DemonCrawl

I wanted to take things easy for this week’s review. I kinda wanted to play another RPG to solidify myself as that one person that plays indie RPGs, but well, I’ll be playing a bunch of short ones soon in the near future.

So I figured I should do something else and checked out DemonCrawl, by Therefore Games. A friend of mine played a bunch of it and the Steam sale was going on at the time, so hey, why not?

DemonCrawl is basically Minesweeper with a whole bunch of roguelike elements shoved in. If you somehow don’t know what Minesweeper is, it was a free puzzle game that came out with most computer. Well, I guess not anymore, since typing that into the Windows search bar now has the goddamn nerve to give me a web search as if I asked for one.

Minesweeper presents you with a grid of tiles. Click on a tile and it opens it up, with the possibility of opening a bunch of adjacent empty spaces. Spaces with a number on them indicate how many mines are near that particular space and clicking on a mine is an automatic loss.

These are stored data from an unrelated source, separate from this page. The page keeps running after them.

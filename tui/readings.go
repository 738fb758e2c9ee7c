package tui

import (
	"fmt"
	"math"
	"path/filepath"
	"strconv"
	"strings"

	"github.com/charmbracelet/bubbles/key"
	"github.com/charmbracelet/bubbles/table"
	tea "github.com/charmbracelet/bubbletea"
	"github.com/charmbracelet/lipgloss"

	"isofield/survey/pipeline"
	"isofield/survey/qa"
)

// readingsTable lists every reading with its QA outcome; it can be ordered
// by any column and the selected reading excluded or included.
//
// Speed. Surveys reach 10⁶ readings, so the table never formats them all:
// ordering sorts an index slice by keys computed once per order
// (readings_sort.go), and the Bubbles table is handed only the rows on screen,
// rebuilt on each move (a few dozen rows of ten cells). The table keeps
// its own selection and scroll position; the Bubbles table draws the
// visible window with the selected row highlighted.
type readingsTable struct {
	keys          KeyMap
	styles        Styles
	table         table.Model
	res           *pipeline.Result
	order         []int   // reading index of each row
	rowOf         []int32 // row of each reading (order's inverse)
	cursor, top   int     // selected row, first row on screen
	sortCol       int
	desc          bool
	sortGen       int          // generation of the latest order asked for
	pending       *sortRequest // the order being computed off the UI loop
	asyncMin      int          // readings from which orders are computed off the UI loop
	stats         readingStats
	width, height int
}

// readingColumns returns the table's column titles.
func readingColumns() []string {
	return []string{"", "source", "line", "id", "x", "y", "original", "corrected", "status", "reason"}
}

func newReadingsTable(keys KeyMap, st Styles) readingsTable {
	t := table.New(table.WithStyles(st.Table), table.WithFocused(true))
	return readingsTable{keys: keys, styles: st, table: t, sortCol: colLine, asyncMin: asyncSortMin}
}

// SetSize sets the outer size; columns share the width.
func (r readingsTable) SetSize(w, h int) readingsTable {
	r.width, r.height = w, h
	r.table.SetRows(nil) // each setter below redraws the rows it holds
	r.table.SetColumns(r.columns())
	r.table.SetWidth(w)
	r.table.SetHeight(max(h-2, 3)) // between the title and the detail line; the header takes one
	return r.moveTo(r.cursor)
}

// visibleRows is the number of rows on screen.
func (r readingsTable) visibleRows() int { return max(r.height-3, 2) }

// Column numbers of readingColumns.
const (
	colMark = iota
	colSource
	colLine
	colID
	colX
	colY
	colOriginal
	colCorrected
	colStatus
	colReason
)

// shown returns the columns on screen: the source only when the readings
// come from more than one file.
func (r readingsTable) shown() []int {
	out := make([]int, 0, colReason+1)
	for c := range colReason + 1 {
		if c != colSource || len(r.stats.names) > 1 {
			out = append(out, c)
		}
	}
	return out
}

// columns sizes the shown columns for the width: each gets the width its
// widest value needs (measured when the result arrived) and the reason
// takes the rest; on a narrow terminal the source, then the id, then the
// reason give way, never the numbers.
func (r readingsTable) columns() []table.Column {
	titles := r.stats.titles()
	shown := r.shown()
	ws := make([]int, len(shown))
	used := 0
	for k, c := range shown {
		ws[k] = max(r.stats.natural[c], len(titles[c]))
		if c == r.sortCol {
			ws[k] = max(ws[k], len(titles[c])+1) // the order arrow
		}
		if c == colMark {
			ws[k] = 1
		}
		used += ws[k]
	}
	room := r.width - len(shown) // each cell has a space on its left
	last := len(shown) - 1
	used -= ws[last]
	for _, c := range []int{colSource, colID} {
		for k := range shown {
			for shown[k] == c && used > room-8 && ws[k] > 6 {
				ws[k]--
				used--
			}
		}
	}
	ws[last] = max(room-used, 4)
	cols := make([]table.Column, len(shown))
	for k, c := range shown {
		t := titles[c]
		if c == r.sortCol {
			t += map[bool]string{false: "↑", true: "↓"}[r.desc]
		}
		cols[k] = table.Column{Title: alignCell(t, c, ws[k]), Width: ws[k]}
	}
	return cols
}

// alignCell right-aligns the numbers of column c in w cells, so that
// their digits line up.
func alignCell(s string, c, w int) string {
	switch c {
	case colLine, colX, colY, colOriginal, colCorrected:
		return strings.Repeat(" ", max(w-lipgloss.Width(s), 0)) + s
	}
	return s
}

// readingStats are what the table needs to know of all the readings of a
// result: file names, the width of each column's widest value, the
// counts, and the ranges and display units of the two value columns.
// newScene finds them once per result, off the UI loop.
type readingStats struct {
	names    []string // base name of each input file
	natural  [colReason + 1]int
	sus, exc int // readings suspect and excluded

	unit               string   // the survey's unit
	origLo, origHi     float64  // range of the values as read
	corrLo, corrHi     float64  // range of the corrected values
	origUnit, corrUnit dispUnit // how the two columns show them
}

// measureReadings scans the readings of res once.
func measureReadings(res *pipeline.Result) readingStats {
	var st readingStats
	st.names = make([]string, len(res.Survey.Files))
	n := &st.natural
	for f, fi := range res.Survey.Files {
		st.names[f] = filepath.Base(fi.Path)
		n[colSource] = max(n[colSource], lipgloss.Width(st.names[f]))
	}
	n[colSource] = min(n[colSource], 20)
	rs := res.Survey.Readings
	xmin, ymin, xmax, ymax := res.Survey.Extent()
	n[colX] = max(len(fixed(xmin)), len(fixed(xmax)))
	n[colY] = max(len(fixed(ymin)), len(fixed(ymax)))
	var corr []float64
	var status []qa.Status
	if res.QA != nil {
		corr, status = res.QA.Corrected, res.QA.Status
	}
	st.origLo, st.origHi, st.corrLo, st.corrHi = math.Inf(1), math.Inf(-1), math.Inf(1), math.Inf(-1)
	line := 0
	for i := range rs {
		r := &rs[i]
		n[colID] = max(n[colID], len(r.ID))
		line = max(line, r.Line0)
		c := at(corr, i, r.V)
		st.origLo, st.origHi = min(st.origLo, r.V), max(st.origHi, r.V)
		st.corrLo, st.corrHi = min(st.corrLo, c), max(st.corrHi, c)
		switch at(status, i, qa.OK) {
		case qa.Suspect:
			st.sus++
		case qa.Excluded:
			st.exc++
		}
	}
	n[colID] = min(n[colID], 16)
	n[colLine] = len(strconv.Itoa(line))
	n[colStatus] = len("excluded")
	st.unit = res.Survey.Unit.String()
	return st.withUnits(displayUnit(st.unit, st.origLo, st.origHi), displayUnit(st.unit, st.corrLo, st.corrHi))
}

// withUnits shows the values as read in orig and the corrected values in
// corr, and sizes the two columns for them (both alike, so that their
// digits line up).
func (st readingStats) withUnits(orig, corr dispUnit) readingStats {
	st.origUnit, st.corrUnit = orig, corr
	w := 5
	if st.origLo <= st.origHi { // some readings
		w = max(len(orig.num(st.origLo)), len(orig.num(st.origHi)), len(corr.num(st.corrLo)), len(corr.num(st.corrHi)), w)
	}
	st.natural[colOriginal], st.natural[colCorrected] = w, w
	return st
}

// titles returns the column titles; the value columns name their units
// when either is not the survey's own.
func (st readingStats) titles() []string {
	t := readingColumns()
	if st.origUnit.name != st.unit || st.corrUnit.name != st.unit {
		t[colOriginal] += " " + st.origUnit.name
		t[colCorrected] += " " + st.corrUnit.name
	}
	return t
}

// SetResult fills the table from res, whose readings st describes
// (measureReadings), keeping the order and the selected reading.
//
// The order is computed here, on the UI loop (after a regrid the old order
// does not fit the new readings); an order still being computed for the old
// result is taken over and its outcome dropped.
func (r readingsTable) SetResult(res *pipeline.Result, st readingStats) readingsTable {
	sel := r.Selected()
	r.res, r.stats = res, st
	if p := r.pending; p != nil {
		r.sortCol, r.desc, r.pending = p.col, p.desc, nil
	}
	r.sortGen++
	return r.sortKeeping(sel)
}

// sortKeeping orders the rows and selects reading sel (if any) at the
// same height on screen as before, so the eye does not lose it.
func (r readingsTable) sortKeeping(sel int) readingsTable {
	off := r.cursor - r.top
	return r.sort().reselect(sel, off)
}

// reselect selects reading sel (if any) at screen row off, after the rows
// were ordered anew.
func (r readingsTable) reselect(sel, off int) readingsTable {
	if sel >= 0 && sel < len(r.rowOf) {
		c := int(r.rowOf[sel])
		r.top = c - off
		return r.moveTo(c)
	}
	return r.moveTo(r.cursor)
}

// Selected returns the selected reading's index, or -1.
func (r readingsTable) Selected() int {
	if r.cursor < 0 || r.cursor >= len(r.order) {
		return -1
	}
	return r.order[r.cursor]
}

// Select moves the selection to reading i.
func (r readingsTable) Select(i int) readingsTable {
	if i >= 0 && i < len(r.rowOf) {
		return r.moveTo(int(r.rowOf[i]))
	}
	return r
}

// moveTo selects row c (clamped), scrolls as little as needed to show it
// and rebuilds the visible rows.
func (r readingsTable) moveTo(c int) readingsTable {
	n, vh := len(r.order), r.visibleRows()
	r.cursor = min(max(c, 0), max(n-1, 0))
	r.top = min(max(r.top, r.cursor-vh+1), r.cursor)
	r.top = max(min(r.top, n-vh), 0)
	return r.window()
}

// window hands the Bubbles table the rows on screen.
func (r readingsTable) window() readingsTable {
	if r.res == nil {
		return r
	}
	end := min(r.top+r.visibleRows(), len(r.order))
	shown, cols := r.shown(), r.table.Columns()
	rows := make([]table.Row, 0, end-r.top)
	for p := r.top; p < end; p++ {
		i := r.order[p]
		row := make(table.Row, len(shown))
		for k, c := range shown {
			row[k] = alignCell(r.cell(i, c), c, cols[k].Width)
		}
		if p == r.cursor {
			row[0] = "▶" // the selection shows without colour too
		}
		rows = append(rows, row)
	}
	r.table.SetRows(rows)
	r.table.SetCursor(r.cursor - r.top)
	return r
}

// cell returns column c of reading i as text.
func (r readingsTable) cell(i, c int) string {
	res := r.res
	rd := res.Survey.Readings[i]
	switch c {
	case 0:
		return ""
	case 1:
		return at(r.stats.names, rd.File, "")
	case 2:
		return strconv.Itoa(rd.Line0)
	case 3:
		return rd.ID
	case 4:
		return fixed(rd.X)
	case 5:
		return fixed(rd.Y)
	case 6:
		return r.stats.origUnit.num(rd.V)
	case 7:
		return r.stats.corrUnit.num(r.corrected(i))
	case 8:
		return r.status(i).String()
	}
	if res.QA != nil && i < len(res.QA.Notes) {
		return strings.Join(res.QA.Notes[i], "; ")
	}
	return ""
}

func (r readingsTable) corrected(i int) float64 {
	if q := r.res.QA; q != nil && i < len(q.Corrected) {
		return q.Corrected[i]
	}
	return r.res.Survey.Readings[i].V
}

func (r readingsTable) status(i int) qa.Status {
	if q := r.res.QA; q != nil && i < len(q.Status) {
		return q.Status[i]
	}
	return qa.OK
}

// at returns s[i], or def when i is out of range.
func at[T any](s []T, i int, def T) T {
	if i >= 0 && i < len(s) {
		return s[i]
	}
	return def
}

// sort orders the rows by the sort column (readings_sort.go); the caller
// moves the selection.
func (r readingsTable) sort() readingsTable {
	if r.res == nil {
		return r
	}
	r.order, r.rowOf = newSortSpec(r.res, r.stats.names, r.sortCol, r.desc).order()
	r.table.SetRows(nil)
	r.table.SetColumns(r.columns())
	return r
}

// Update handles ordering and navigation; exclusion is the root's.
func (r readingsTable) Update(msg tea.Msg) (readingsTable, tea.Cmd) {
	km, ok := msg.(tea.KeyMsg)
	if !ok {
		return r, nil
	}
	k, page := r.keys, r.visibleRows()
	switch {
	case key.Matches(km, k.Order):
		col, desc := r.wantedOrder()
		return r.reorder(r.nextSortColumn(col), desc)
	case key.Matches(km, k.Reverse):
		col, desc := r.wantedOrder()
		return r.reorder(col, !desc)
	case key.Matches(km, k.Up):
		return r.moveTo(r.cursor - 1), nil
	case key.Matches(km, k.Down):
		return r.moveTo(r.cursor + 1), nil
	case key.Matches(km, k.PageUp):
		r.top = max(r.top-page, 0)
		return r.moveTo(r.cursor - page), nil
	case key.Matches(km, k.PageDown):
		r.top += page
		return r.moveTo(r.cursor + page), nil
	case key.Matches(km, k.Top):
		return r.moveTo(0), nil
	case key.Matches(km, k.Bottom):
		return r.moveTo(len(r.order) - 1), nil
	}
	return r, nil
}

// nextSortColumn returns the shown column after column c (the marker
// column excepted).
func (r readingsTable) nextSortColumn(c int) int {
	for {
		c = c%colReason + 1
		if c != colSource || len(r.stats.names) > 1 {
			return c
		}
	}
}

// View draws the table under a title line with the counts, the order and
// the position.
func (r readingsTable) View() string {
	st := r.styles
	n := len(r.order)
	dir := map[bool]string{false: "ascending", true: "descending"}[r.desc]
	title := st.PanelTitle.Render("Readings") + st.Label.Render(fmt.Sprintf("  %d, %d suspect, %d excluded · by %s, %s · row %d of %d",
		n, r.stats.sus, r.stats.exc, readingColumns()[r.sortCol], dir, min(r.cursor+1, n), n))
	if p := r.pending; p != nil {
		title += st.Label.Render(fmt.Sprintf(" · sorting by %s…", readingColumns()[p.col]))
	}
	return truncate(title, r.width) + "\n" + r.table.View() + "\n" + r.detail()
}

// detail is the line under the table: the selected reading's whole QA
// note, which the reason column may cut.
func (r readingsTable) detail() string {
	i := r.Selected()
	if i < 0 {
		return ""
	}
	note := r.cell(i, colReason)
	if note == "" {
		note = "no QA note"
	}
	rd := r.res.Survey.Readings[i]
	return truncate(r.styles.Label.Render(fmt.Sprintf("%s (line %d): %s", rd.ID, rd.Line0, note)), r.width)
}

// wantedOrder returns the order last asked for: the one being computed,
// if any, else the one on screen.
func (r readingsTable) wantedOrder() (col int, desc bool) {
	if p := r.pending; p != nil {
		return p.col, p.desc
	}
	return r.sortCol, r.desc
}

// reorder orders the rows by column col. A large survey is ordered off the
// UI loop: the table keeps its order on screen, noting the order under way
// in its title, until the readingsSortedMsg of the latest request arrives
// (onSorted).
func (r readingsTable) reorder(col int, desc bool) (readingsTable, tea.Cmd) {
	r.sortGen++
	if r.res == nil || len(r.res.Survey.Readings) < r.asyncMin {
		r.sortCol, r.desc, r.pending = col, desc, nil
		return r.sortKeeping(r.Selected()), nil
	}
	r.pending = &sortRequest{gen: r.sortGen, col: col, desc: desc}
	return r, sortReadings(newSortSpec(r.res, r.stats.names, col, desc), r.sortGen)
}

// onSorted takes an order computed off the UI loop, unless a newer one was
// asked for since (or a new result arrived), keeping the selected reading
// at its height on screen.
func (r readingsTable) onSorted(msg readingsSortedMsg) readingsTable {
	if r.pending == nil || msg.gen != r.sortGen {
		return r // stale: dropped
	}
	sel, off := r.Selected(), r.cursor-r.top
	r.sortCol, r.desc, r.pending = msg.col, msg.desc, nil
	r.order, r.rowOf = msg.order, msg.rowOf
	r.table.SetRows(nil)
	r.table.SetColumns(r.columns())
	return r.reselect(sel, off)
}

Your goal is to click through every non-mine space on the board.

Then, DemonCrawl comes along to add a bunch of RPG and roguelike elements onto it. Mines are now enemies and you have a health and defense stat, meaning that – especially early on – accidentally clicking on enemies isn’t an immediate loss. You can collect and buy equipment to bolster your defenses, and you can find passive items to influence your play or use active ones to turn the tide in your favor.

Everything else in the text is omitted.